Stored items
================================
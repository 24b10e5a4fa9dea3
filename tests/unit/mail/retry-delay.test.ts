import { describe, expect, it } from 'vitest';
import { defaultRetryPolicy, retryDelayMs } from '../../../server/mail/outbox';

// "Equal jitter" backoff: half of min(cap, base·2^(n−1)) fixed plus a uniformly random other half
// (M. Brooker, "Exponential Backoff And Jitter", AWS Architecture Blog, 2015, section "Adding Jitter").
describe('mail retry delay', () => {
  const p = defaultRetryPolicy;
  it('doubles from the base and stays within [ceiling/2, ceiling]', () => {
    expect(retryDelayMs(1, p, () => 0)).toBe(15_000);
    expect(retryDelayMs(1, p, () => 1)).toBe(30_000);
    expect(retryDelayMs(4, p, () => 0)).toBe(120_000); // 30 s · 2³ / 2
    expect(retryDelayMs(4, p, () => 1)).toBe(240_000);
  });
  it('is capped at one hour however many tries failed', () => {
    expect(retryDelayMs(8, p, () => 1)).toBe(3_600_000); // 30 s · 2⁷ = 3840 s > cap
    expect(retryDelayMs(10_000, p, () => 1)).toBe(3_600_000);
    expect(retryDelayMs(10_000, p, () => 0)).toBe(1_800_000);
  });
  it('a 3-day give-up time allows many more than ten tries', () => {
    let t = 0;
    let n = 0;
    while (t < p.giveUpAfterMs) t += retryDelayMs(++n, p, () => 1);
    expect(n).toBeGreaterThan(70);
  });
});
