/**
 * Total variance (SP 1065 §5.2.11): the phase record is extended by reflection about both end points,
 * x*_{1−j} = 2x_1 − x_{1+j}, x*_{N+j} = 2x_N − x_{N−j}, and Totvar(τ) = Σ_{i=2}^{N−1} (x*_{i−m} − 2x*_i + x*_{i+m})² / (2τ²(N − 2)).
 * Defined here for records without gaps and m ≤ (N − 1)/2 phase steps.
 */
function totalVariance(p: PreparedFrequency, m: number, overlappingSum: number): number {
  if (p.invalidCount > 0) return NaN;
  const x = p.prefix; // phase in units of τ0, N = n + 1 points x_0 … x_n
  const N = p.n + 1;
  if (2 * m > N - 1) return NaN;
  // For m ≤ i ≤ N − 1 − m the term is the overlapping second difference d_{i−m}, so the interior is the OADEV sum
  // of the same record (no gaps here); only the 2(m − 1) terms that reach into the reflections are added.
  let sum = overlappingSum;
  for (let i = 1; i < m; i++) {
    const d = 2 * x[0] - x[m - i] - 2 * x[i] + x[i + m];
    sum += d * d;
  }
  for (let i = Math.max(N - m, m); i <= N - 2; i++) {
    const d = x[i - m] - 2 * x[i] + 2 * x[N - 1] - x[2 * (N - 1) - i - m];
    sum += d * d;
  }
  return sum / (2 * m * m * (N - 2));
}

/** SP 1065 §5.3 Table 7 (from memory): EDF of the total variance ≈ b·(T/τ) − c for WFM, FFM and RWFM. */
const TOTVAR_EDF: Partial<Record<NoiseType, readonly [number, number]>> = { WFM: [1.5, 0], FFM: [1.17, 0.22], RWFM: [0.93, 0.36] };

/** Octave averaging factors 1, 2, 4, … while MDEV is still defined (3m ≤ N). */
export function octaveFactors(sampleCount: number): number[] {
  const ms: number[] = [];
  for (let m = 1; 3 * m <= sampleCount; m *= 2) ms.push(m);
  return ms;
}

function frequencyInput(input: StabilityInput): { y: Float64Array; valid?: Uint8Array } {
  if (input.y && input.x) throw new ScienceInputError('x', 'give either y or x, not both');
  if (input.y) return { y: input.y, valid: input.valid };
  if (input.x) return phaseToFrequency(input.x, input.tau0Seconds, input.valid);
  throw new ScienceInputError('y', 'frequency (y) or phase (x) data are required');
}

function finiteOrNull(v: number): number | null {
  return Number.isFinite(v) ? v : null;
}

/** χ² interval of a deviation with `edf` degrees of freedom at two-sided confidence `confidence` (SP 1065 §5.3). */
function chiSquareInterval(deviation: number, edf: number, confidence: number): [number, number] {
  if (!(edf > 0) || !Number.isFinite(deviation)) return [NaN, NaN];
  return [
    deviation * Math.sqrt(edf / chiSquareQuantile((1 + confidence) / 2, edf)),
    deviation * Math.sqrt(edf / chiSquareQuantile((1 - confidence) / 2, edf)),
  ];
}

/** Greenhall–Riley EDF, or NaN where the variance is not defined for this noise (e.g. MVAR needs α > −3). */
function edfOf(noise: NoiseType, m: number, phasePoints: number, d: 2 | 3, modified: boolean): number {
  const edf = greenhallEdf(ALPHA_OF_NOISE[noise], m, phasePoints, { d, overlapping: true, modified });
  return edf > 0 ? edf : NaN;
}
================================
WORK REQUEST.
Go through the entries above and report every line in which the word "gaps" appears.

SOLUTION TO THIS EXERCISE.
 * Defined here for records without gaps and m ≤ (N − 1)/2 phase steps.
  // of the same record (no gaps here); only the 2(m − 1) terms that reach into the reflections are added.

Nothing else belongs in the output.